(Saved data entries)

● ● ●

@check(
    title="Nothing opens a return alone",
    basis=Basis.COMMON_PRACTICE,
    citation="common practice, no source; the principle of 46 CFR § 183.380(b), which binds inspected vessels",
    why="what looks dead is live: the feed still stands at every post of it",
    level=Level.WARNING,
    catalogue=("PRO-08",),
    exemptions="a switch that opens the feed as well; midpoints of series banks, which are no return",
    caution="disconnect the battery before working on what a switch in the return was to make dead",
)
def switched_return(case: Case) -> Iterator[Outcome]:
    """Does every overcurrent device and hand switch in a return take the feed away as well?

    A return is what stands at the potential of the reference with everything closed. A pole that
    opens it is sound where another pole of the same switch or breaker (`trips_with`) opens the
    feed of what it serves, or where another return lies beside it.
    """
    told: dict[str, Outcome] = {}
    returns: set[str] = set()
    for potentials in case.studies.potentials:
        words = case.studies.state_words(potentials.state)
        for opened in opened_returns(case.boat, case.studies.network, potentials):
            returns.add(opened.part)
            place = _at(case.boat.devices[opened.part], words)
            if opened.stays_live:
                told.setdefault(opened.part, _opens_return(case, place, opened.part, opened.stays_live))
    note = "opens the feed as well, or has another return beside it"
    for name in sorted(returns):
        yield told.get(name) or switched_return.passed(case, _at(case.boat.devices[name]), note)
    if not returns:
        yield switched_return.passed(case, Place("returns", case.boat.at), "no device or hand switch in a return")


def _opens_return(case: Case, place: Place, name: str, stays_live: tuple[str, ...]) -> Outcome:
    is_switch = isinstance(case.boat.devices[name].part, Switch)
    told = Told(
        fault=f"it opens the return of {few(stays_live)}, whose feed stays live",
        remedy="move it into the feed" + (", or fit a switch with a pole in each" if is_switch else ""),
        inputs=(("serves", " ".join(stays_live)),),
    )
    return switched_return.found(case, place, told)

● ● ●

Once the line with "for potentials in" is found in the records above, print exactly that line and every line after it through the line with "place = _at(case.boat.devices[opened.part], words)".

Worked solution:
    for potentials in case.studies.potentials:
        words = case.studies.state_words(potentials.state)
        for opened in opened_returns(case.boat, case.studies.network, potentials):
            returns.add(opened.part)
            place = _at(case.boat.devices[opened.part], words)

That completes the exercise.